The basic logistics of this industry required preservatives, some of which actually preserved food and some of which simply camouflaged its precarious condition.

Much of the milk sold in cities contained formaldehyde. Much of the "butter" was oleomargarine, the pureed leftovers from slaughterhouses. Canned vegetables were brightened with copper sulfate. "Coffee" was most often a blend of chicory, sawdust, and ash.

Even products that weren't deadly were not really the products at all. An estimated 90% of the "honey" and "maple syrup" was flavored corn syrup.

The processed food industry shrugged all this off, even in the wake of documentation that children were getting sick and dying from its products.

But eventually, it made a couple of mistakes. The meat-packing industry, controlled by giants Armour and Swift, sold the government huge quantities of rancid meat for distribution to troops fighting in the Spanish-American war.

The Army didn't care, it turned out, but some of the meat was sampled by an officer named Theodore Roosevelt, who said afterward that "I'd rather eat my hat."

When Colonel Roosevelt became President Roosevelt, he pushed for the Pure Food and Drug Act and the Meat Inspection Act, defying the long-successful objections of food industry lobbyists.

So The Poison Squad has a mostly happy ending.
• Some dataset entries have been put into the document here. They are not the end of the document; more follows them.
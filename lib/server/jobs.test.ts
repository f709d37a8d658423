import { describe, expect, it } from "vitest";
import { REGROUP_WINDOW_MS, regroupJob, regroupWindowMs } from "./jobs";

describe("regroup windows", () => {
  it("requests within one window share a job that runs just after the window closes", () => {
    const t = 1_000_000 * REGROUP_WINDOW_MS + 200;
    const a = regroupJob("lib", t);
    const b = regroupJob("lib", t + REGROUP_WINDOW_MS - 300);
    expect(a.jobId).toBe(b.jobId);
    expect(a.delay).toBe(REGROUP_WINDOW_MS - 200 + 100);
    expect(regroupJob("lib", t + REGROUP_WINDOW_MS).jobId).not.toBe(a.jobId);
  });

  it("widens with the cost of the last regroup, in whole base windows, up to a minute", () => {
    expect(regroupWindowMs(undefined)).toBe(REGROUP_WINDOW_MS);
    expect(regroupWindowMs(100)).toBe(REGROUP_WINDOW_MS);
    expect(regroupWindowMs(1900)).toBe(Math.ceil(7600 / REGROUP_WINDOW_MS) * REGROUP_WINDOW_MS);
    expect(regroupWindowMs(1900) % REGROUP_WINDOW_MS).toBe(0);
    expect(regroupWindowMs(600_000)).toBe(60_000);
    const w = regroupWindowMs(5000);
    const t = 7 * w + 10;
    expect(regroupJob("lib", t, w).jobId).toBe(regroupJob("lib", t + w - 20, w).jobId);
  });
});
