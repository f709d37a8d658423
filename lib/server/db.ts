import "server-only";
// The one Knex pool of the process (cached on globalThis so hot reload does not open new pools).
import knexFactory, { type Knex } from "knex";
import { env } from "./env";

export function knexConfig(): Knex.Config {
  const e = env();
  return {
    client: "mysql2",
    connection: {
      host: e.KW_DB_HOST,
      port: e.KW_DB_PORT,
      user: e.KW_DB_USER,
      password: e.KW_DB_PASSWORD,
      database: e.KW_DB_NAME,
      timezone: "Z",
      charset: "utf8mb4",
      supportBigNumbers: true,
    },
    // Requests queue for a connection rather than fail under bursts (50 uploaders, the load suite); MariaDB is
    // started with max-connections=300, so app + worker + tests stay well inside it.
    pool: { min: 0, max: 25 },
    acquireConnectionTimeout: 15_000,
  };
}

const g = globalThis as unknown as { __kwKnex?: Knex };

export function db(): Knex {
  if (!g.__kwKnex) g.__kwKnex = knexFactory(knexConfig());
  return g.__kwKnex;
}

export async function closeDb(): Promise<void> {
  if (g.__kwKnex) {
    const k = g.__kwKnex;
    g.__kwKnex = undefined;
    await k.destroy();
  }
}
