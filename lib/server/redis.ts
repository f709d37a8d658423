import "server-only";
// Redis: the one connection factory (URL from env.ts, the options BullMQ needs) and the process's one shared
// connection built by it, used by the health check, the BullMQ queues (lib/server/jobs.ts) and the worker
// process's BullMQ workers (which duplicate it for their blocking reads, as BullMQ does with a given client).
import IORedis from "ioredis";
import { env } from "./env";

const g = globalThis as unknown as { __kwRedis?: IORedis };

/**
 * A new Redis connection: connects on first use, and while Redis is away queues commands until it returns
 * (maxRetriesPerRequest null, as BullMQ requires; an upload made meanwhile is recorded and its jobs wait).
 */
export function redisConnection(): IORedis {
  const r = new IORedis(env().KW_REDIS_URL, { maxRetriesPerRequest: null, lazyConnect: true, enableOfflineQueue: true });
  r.on("error", () => undefined); // reported by health checks and job calls, not as unhandled events
  return r;
}

/** The process's shared connection (made once, cached on globalThis so hot reload does not open more). */
export function redis(): IORedis {
  if (!g.__kwRedis) g.__kwRedis = redisConnection();
  return g.__kwRedis;
}

export async function closeRedis(): Promise<void> {
  if (g.__kwRedis) {
    const r = g.__kwRedis;
    g.__kwRedis = undefined;
    r.disconnect();
  }
}
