/** Remove a stroke. When anything uses it: 409 with the uses, unless `moveTo` names where they go (a known stroke). */
export async function deleteStroke({ studioId, actorId, strokeId, moveTo }: { studioId: string; actorId: string; strokeId: string; moveTo?: string }): Promise<{ moved: number }> {
  const out = await db().transaction(async (trx) => {
    await trx("studios").where({ id: studioId }).forUpdate().first("id");
    const list = await loadStudioStrokes(studioId, trx);
    if (!findStroke(list, strokeId)) throw notFound("The stroke");
    const uses = await strokeUses({ studioId, strokeId }, trx);
    let libs: string[] = [];
    if (uses.total > 0) {
      if (!moveTo) throw usedError(uses, `“${strokeId}”`, null);
      const rest = list.filter((s) => s.id !== strokeId);
      if (moveTo === strokeId || !isKnownStroke(moveTo, rest)) throw invalid([{ path: ["moveTo"], message: `“${moveTo}” is not another stroke of this studio or a built-in one.` }]);
      libs = await moveUses(trx, studioId, strokeId, moveTo, "remove");
    }
    await trx("studio_strokes").where({ studio_id: studioId, stroke_id: strokeId }).delete();
    await logActivity(trx, { studioId, actorId, action: "stroke.deleted", subjectType: "stroke", subjectId: strokeId, details: { ...(moveTo && uses.total ? { movedTo: moveTo, uses: usesInWords(uses) } : {}) } });
    return { moved: uses.total, libs };
  });
  await recatalogue(studioId, out.libs);
  return { moved: out.moved };
}

/**
 * Check the strokes a kit or layout names against the studio's (422 naming each unknown one); used by the kit and
 * layout handlers so nothing aims at a stroke the studio does not know.
 */
export async function checkStrokesKnown(studioId: string, uses: { stroke: string; path: (string | number)[] }[], k: Knex = db()): Promise<void> {
  const custom = uses.filter((u) => !isArticulation(u.stroke));
  if (!custom.length) return;
  const list = await loadStudioStrokes(studioId, k);
  const bad = custom.filter((u) => !findStroke(list, u.stroke));
  if (bad.length) {
    throw new AppError("invalid-input", `No stroke ${[...new Set(bad.map((b) => `“${b.stroke}”`))].join(", ")} in this studio: add it under Strokes first.`, {
      issues: bad.map((b) => ({ path: `body.${b.path.join(".")}`, message: `no stroke "${b.stroke}"` })),
    });
  }
}

/**
 * A file's own strokes (layout or kit import) that the studio lacks are added to the studio; a file stroke whose id
 * the studio already uses keeps the studio's definition. Returns the ids added.
 */
export async function adoptStrokes(trx: Knex.Transaction, studioId: string, actorId: string, carried: readonly StudioStroke[] | undefined): Promise<string[]> {
  if (!carried?.length) return [];
  const list = await loadStudioStrokes(studioId, trx);
  const added: string[] = [];
  let pos = list.length;
  for (const s of carried) {
    if (findStroke(list, s.id) || isArticulation(s.id)) continue;
    const t = tidyStroke(s);
    await trx("studio_strokes").insert({ studio_id: studioId, stroke_id: t.id, name: t.name, families: JSON.stringify(t.families), words: JSON.stringify(t.words), neighbours: JSON.stringify(t.neighbours), position: ++pos, created_by: actorId });
    list.push(t);
    added.push(t.id);
  }
  if (added.length) await logActivity(trx, { studioId, actorId, action: "stroke.imported", subjectType: "stroke", subjectId: added[0]!, details: { strokes: added } });
  return added;
}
Not only did the government realize that food regulation was necessary, to the immense benefit of everyone who ate food, but the food industry itself gradually accepted that it could build a better, more loyal and longer-lived client base if it didn't sell them poison.

In any case, the star of The Poison Squad remains Wiley, who began his crusade against lethal food as a professor at Purdue University and went on to spend 30 years as the Agriculture Department's chief chemist.

It was in that position that he commissioned the Poison Squad itself and also conducted ever-more-sophisticated tests to detail exactly what the food industry was putting into food.

While his decades-long battle was always uphill, he eventually enlisted the support of other groups in the various progressive movements of the day, including women's suffrage and labor unions. With a tremendous boost in 1906 from the publication of Upton Sinclair's muckraking meatpacking industry exposé The Jungle, they won. And finally broke the hold of the food industry on a Congress that really didn't like all these burdensome government regulations.